Ambiguous results from experiments like Aspect's experiment, are tken by these people to prove that particles are "magically" entangled, but when you look at the experiment it's actually interpreted using physically flawed mathematics. It's based entirely upon wavefunction collapse stuff, but as Thomas Love has pointed out:

"The quantum collapse occurs when we model the wave moving according to Schroedinger (time-dependent) and then, suddenly at the time of interaction we require it to be in an eigenstate and hence to also be a solution of Schroedinger (time-independent). The collapse of the wave function is due to a discontinuity in the equations used to model the physics, it is not inherent in the physics."

If you get a proper quantized quantum field theory, say a Coulomb potential where actual exchange of individual field quanta between electron and proton occurs randomly in time, then you'll end up with non-deterministic electron orbits which (over long periods) can be statistically modelled by the Schroedinger wave equation. (The time-independent Schroedinger wave equation is easy to derive this way, just by analogy to a classical wave arising from an ensemble of particles such as field quanta interactions.)
In other words, classical models of the atom only need a slight correction (the introduction of an electric field composed of radiation quanta being exchanged between charges).

The production of quantum gravity doesn't need that much change to existing ideas, just corrections and modifications to allow for the actual quantum interactions occurring.

To make the vast amount of graviton interactions in the universe subject to simple mathematical modelling, the near symmetry of the universe in any radial distance from us can be exploited. All you have to do then is to model the distribution of mass and other relevant parameters (like recession velocities) as a function of radial distance, and the maths becomes relatively simple. Gravitation then focusses on asymmetries to the normal radial symmetry, caused by things like large fairly nearby masses: Earth, Sun, etc. The problem is that too much belief exists in the complexity of the world for most people to bother with simple models. The mainstream actually uses a lot of classical physics where it claims to be doing quantum field theory, while at the same time claiming that the universe is beyond simple understanding...
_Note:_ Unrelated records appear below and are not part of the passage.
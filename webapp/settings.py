"""Storage of the rep's settings: home, working day, break, driving model, objective."""

from __future__ import annotations

import functools
import zoneinfo

from solver.clock import format_clock
from solver.day import OBJECTIVES
from solver.distances import DISTANCE_MODES, build_travel_matrix

from . import versions
from .db import transaction
from .fields import SKIP, Checker
from .locations import position_json, read_location

__all__ = ["FIELDS", "load", "as_json", "update", "MAX_TIME_LIMIT_S"]

FIELDS = {"rep_name", "home_label", "home", "day_start", "day_end", "break_min", "break_from",
          "break_until", "speed_kmh", "detour_factor", "distance_mode", "objective",
          "time_zone", "time_limit_s", versions.FIELD}
MAX_TIME_LIMIT_S = 300.0  # the page keeps polling; five minutes is the most a rep will wait
MAX_BREAK_MIN = 480


def load(conn) -> dict:
    """The settings row as a plain dict (column names)."""
    return dict(conn.execute("SELECT * FROM settings WHERE id = 1").fetchone())


def as_json(row: dict) -> dict:
    """The settings as the API shows them: clock times as HH:MM, home with its texts."""
    home = None if row["home_lat"] is None else position_json(row["home_lat"], row["home_lon"])
    return {
        "rep_name": row["rep_name"],
        "home_label": row["home_label"],
        "home": home,
        "day_start": format_clock(row["day_start_min"]),
        "day_end": format_clock(row["day_end_min"]),
        "break_min": row["break_min"],
        "break_from": format_clock(row["break_from_min"]),
        "break_until": format_clock(row["break_until_min"]),
        "speed_kmh": row["speed_kmh"],
        "detour_factor": row["detour_factor"],
        "distance_mode": row["distance_mode"],
        "objective": row["objective"],
        "time_zone": row["time_zone"],
        "time_limit_s": row["time_limit_s"],
        "is_demo": bool(row["is_demo"]),
        "version": row["version"],
    }


def update(conn, body: dict) -> dict:
    """Change the fields given in ``body`` (others keep their value); all or nothing.

    With ``version`` the change applies only if the settings are still at that version (409).
    """
    check = Checker(body)
    expected = versions.read(check, body)
    # Read, merge and write under one lock: two devices changing different fields keep both.
    with transaction(conn):
        current = load(conn)
        new = _merged(check, body, current)
        versions.ensure_current(expected, "the settings", lambda: as_json(current))
        conn.execute(
            "UPDATE settings SET rep_name=?, home_label=?, home_lat=?, home_lon=?, "
            "day_start_min=?, day_end_min=?, break_min=?, break_from_min=?, break_until_min=?, "
            "speed_kmh=?, detour_factor=?, distance_mode=?, objective=?, time_zone=?, "
            "time_limit_s=?, version = version + 1 WHERE id = 1",
            (new["rep_name"], new["home_label"], new["home_lat"], new["home_lon"],
             new["day_start_min"], new["day_end_min"], new["break_min"], new["break_from_min"],
             new["break_until_min"], new["speed_kmh"], new["detour_factor"],
             new["distance_mode"], new["objective"], new["time_zone"], new["time_limit_s"]),
        )
    return load(conn)


def _merged(check: Checker, body: dict, current: dict) -> dict:
    """The stored row with the fields of ``body`` put in; every mistake raises at once."""
    new = dict(current)
    if check.has("rep_name"):
        new["rep_name"] = check.text("rep_name", max_len=80)
    if check.has("home_label"):
        new["home_label"] = check.text("home_label", max_len=80, required=True)
    if check.has("home"):
        if body["home"] is None:
            new["home_lat"] = new["home_lon"] = None
        else:
            pos = read_location(check, "home", body["home"])
            if pos is not None:
                new["home_lat"], new["home_lon"] = pos.lat, pos.lon
    for name, column in (("day_start", "day_start_min"), ("day_end", "day_end_min"),
                         ("break_from", "break_from_min"), ("break_until", "break_until_min")):
        if check.has(name):
            new[column] = check.clock(name)
    if check.has("break_min"):
        new["break_min"] = check.number("break_min", low=0, high=MAX_BREAK_MIN, integer=True,
                                        unit="min")
    if check.has("speed_kmh"):
        speed = body["speed_kmh"]
        if check.run("speed_kmh", build_travel_matrix, [], speed_kmh=speed) is not SKIP:
            new["speed_kmh"] = float(speed)
    if check.has("detour_factor"):
        factor = body["detour_factor"]
        if check.run("detour_factor", build_travel_matrix, [], detour_factor=factor) is not SKIP:
            new["detour_factor"] = float(factor)
    if check.has("distance_mode"):
        new["distance_mode"] = check.choice("distance_mode", DISTANCE_MODES)
    if check.has("objective"):
        new["objective"] = check.choice("objective", OBJECTIVES)
    if check.has("time_zone"):
        new["time_zone"] = _time_zone(check, body["time_zone"])
    if check.has("time_limit_s"):
        new["time_limit_s"] = check.number("time_limit_s", low=0, low_open=True,
                                           high=MAX_TIME_LIMIT_S, unit="s")
    check.done()
    _check_day(check, new)
    check.done()
    return new


def _time_zone(check: Checker, value):
    if not isinstance(value, str) or not value.strip():
        check.fail("time_zone", f"time_zone is {value!r}; expected an IANA name such as "
                   "Europe/Paris", value if isinstance(value, str) else None)
        return None
    if value.strip() not in _zone_names():
        check.fail("time_zone", f"time_zone {value[:80]!r} is not a known IANA time zone; "
                   "expected e.g. Europe/Paris", value[:80])
        return None
    return value.strip()


@functools.cache
def _zone_names() -> frozenset[str]:
    """The IANA names this machine knows (system zoneinfo or the tzdata package)."""
    return frozenset(zoneinfo.available_timezones())


def _check_day(check: Checker, new: dict) -> None:
    if new["day_end_min"] <= new["day_start_min"]:
        check.fail("day_end", f"the day ends at {format_clock(new['day_end_min'])}, not after "
                   f"it starts at {format_clock(new['day_start_min'])}",
                   format_clock(new["day_end_min"]))
    if new["break_min"]:
        room = new["break_until_min"] - new["break_from_min"]
        if room < new["break_min"]:
            check.fail("break_until", f"a break of {new['break_min']} min does not fit between "
                       f"{format_clock(new['break_from_min'])} and "
                       f"{format_clock(new['break_until_min'])}",
                       format_clock(new["break_until_min"]))
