def spec() -> dict:
    """The whole description; field names and rules match the handlers in webapp.api."""
    client_id, day = _id("client_id"), [_DATE]
    return {
        "openapi": "3.1.0",
        "info": {"title": "Rondo laptop API", "version": "1",
                 "description": "Served on 127.0.0.1 for the phone page. Every error is JSON "
                 "with `error`, `message` and, for input, `fields` naming each wrong field. "
                 f"Client CSV columns: {','.join(CSV_COLUMNS)} (or `location` instead of "
                 "lat/lon; `duration_min` for visit_min; `windows` for every weekday). "
                 "A body over 2 MiB is refused with 413; a day solve takes at most "
                 f"{MAX_VISITS_PER_SOLVE} visits."},
        "paths": {
            "/api/settings": {
                "get": _op("the rep's settings", ok="Settings", errors=()),
                "put": _op("change settings; fields left out keep their value",
                           body="SettingsChange", ok="Settings", errors=("409", "422"))},
            "/api/parse-location": {"post": {
                **_op("read a typed or pasted position and echo it back",
                      body=None, ok="Position"),
                "requestBody": {"required": True, **_json(_object(
                    {"text": _LOCATION}, required=("text",)))}}},
            "/api/clients": {
                "get": _op("the client book by name", ok=None, errors=("422",), params=[
                    {"name": "q", "in": "query", "schema": {"type": "string"},
                     "description": "part of the name or notes"},
                    {"name": "active", "in": "query", "schema": {"enum": ["true", "false"]}}]),
                "post": _op("add a client", body="ClientNew", ok="Client", status="201")},
            "/api/clients/{client_id}": {
                "get": _op("one client", ok="Client", params=[client_id], errors=("404",)),
                "put": _op("change a client (active: false deactivates it); windows, when "
                           "given, replaces all weekdays", body="ClientChange", ok="Client",
                           params=[client_id], errors=("404", "409", "422"))},
            "/api/clients.csv": {"get": {"summary": "export the client book as CSV",
                                         "responses": {"200": {"description": "text/csv"}}}},
            "/api/clients/import": {"post": {
                "summary": "import a CSV (body text/csv, or multipart field 'file'): rows "
                           "update clients of the same name or add new ones; one bad cell "
                           "and nothing is stored",
                "requestBody": {"content": {"text/csv": {"schema": {"type": "string"}},
                                            "multipart/form-data": {"schema": {
                                                "type": "object", "properties": {
                                                    "file": {"type": "string",
                                                             "format": "binary"}}}}}},
                "responses": {"200": {"description": "counts of created and updated"},
                              "422": {"description": "each bad cell by line and column",
                                      **_json(_ref("Error"))}}}},
            "/api/drives": {
                "get": _op("the drives the rep entered", errors=()),
                "put": _op("enter or correct a drive, one way or both ways",
                           body="DriveEntry", errors=("404", "422"))},
            "/api/drives/{drive_id}": {"delete": _op("forget an entered drive", status="204",
                                                     params=[_id("drive_id")],
                                                     errors=("404",))},
            "/api/days": {"get": _op("dates that have a plan", errors=())},
            "/api/days/{date_text}": {"get": _op("the day: choices, done visits, latest plan",
                                                 ok="Day", params=day)},
            "/api/days/{date_text}/visits": {
                "put": {**_op("choose the day's visits", ok="Day", params=day,
                              errors=("400", "404", "422")),
                        "requestBody": {"required": True, **_json(_object(
                            {"client_ids": {"type": "array", "items": {"type": "integer"},
                                            "maxItems": MAX_VISITS_PER_SOLVE}},
                            required=("client_ids",)))}},
                "post": {**_op("add one visit (a last-minute one unless late is false); "
                               "with an Idempotency-Key it is applied at most once",
                               ok="Day", status="201", params=[*day, _IDEMPOTENCY_KEY],
                               errors=("400", "404", "422")),
                         "requestBody": {"required": True, **_json(_object(
                             {"client_id": {"type": "integer"}, "late": {"type": "boolean"}},
                             required=("client_id",)))}}},
            "/api/days/{date_text}/solve": {"post": _op(
                "start solving the whole day from home; poll the job", ok="Job",
                status="202", params=day, errors=("409", "422", "429"))},
            "/api/days/{date_text}/replan": {"post": _op(
                "start re-planning the rest of the day from here and now", body="Replan",
                ok="Job", status="202", params=day, errors=("404", "422", "429"))},
            "/api/days/{date_text}/quote": {"post": _op(
                "start pricing a last-minute visit (nothing is stored)", body="Quote",
                ok="Job", status="202", params=day, errors=("404", "422", "429"))},
            "/api/days/{date_text}/done/{client_id}": {
                "put": {**_op("mark a visit done with its real times", ok="Day",
                              params=[*day, client_id], errors=("400", "404", "422")),
                        "requestBody": {"required": True, **_json(_object(
                            {"arrived": _CLOCK, "departed": _CLOCK},
                            required=("arrived", "departed")))}},
                "delete": _op("undo a done mark", ok="Day", params=[*day, client_id],
                              errors=("404", "422"))},
            **_export_paths(day),
            **_week_paths(),
            "/api/solves/{solve_id}": {"get": _op("one stored solve with its inputs",
                                                  params=[_id("solve_id")], errors=("404",))},
            "/api/jobs/{job_id}": {
                "get": _op("poll a job", ok="Job", errors=("404",), params=[
                    {"name": "job_id", "in": "path", "required": True,
                     "schema": {"type": "string"}}]),
                "delete": _op("stop waiting for a job; its answer is discarded", ok="Job",
                              errors=("404",), params=[
                                  {"name": "job_id", "in": "path", "required": True,
                                   "schema": {"type": "string"}}])},
        },
        "components": {"schemas": {**_SCHEMAS, **_WEEK_SCHEMAS}},
    }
January 31, 2008 8:20 AM  
Blogger nige said...

A better way to put my argument against the spin-2 graviton is as follows.

The claimed reason to have a spin-2 graviton is the claim that you need a 5 polarization gauge boson in order to have an always-attractive force between two regions of mass-energy.

This is a false model because you never have two regions of energy: gravitons are not just being exchanged between an apple and the Earth. They are being exchanged with all the other masses in the universe around us as well.

Therefore, the failure of spin-2 gravitons (and a massive chunk of the failure of string theory, too) is the lie that you can analyse quantum gravity by ignoring 99.999... % of the mass involved in exchanging gravitons.

By altering the Feynman path integral formulation to include all the masses in the entire universe which are exchanging gravitons (and not falsely restricting the analysis to two regions of positive energy), the need for a spin-2 graviton with 5 polarization tensor is eliminated. Hence, gravitons must be spin-1 radiation.

Extending this many-charge analysis to electromagnetism (instead of the usual treatment that considers a path integral between just two charges), there now must be two types of electromagnetic gauge boson radiation in order that all charges of like sign can exchange such radiation with other charges of like sign, and in order to incorporate the attraction of unlike charges and repulsion of like charges.

Does this seem any clearer? Maybe when I've published the maths, it will.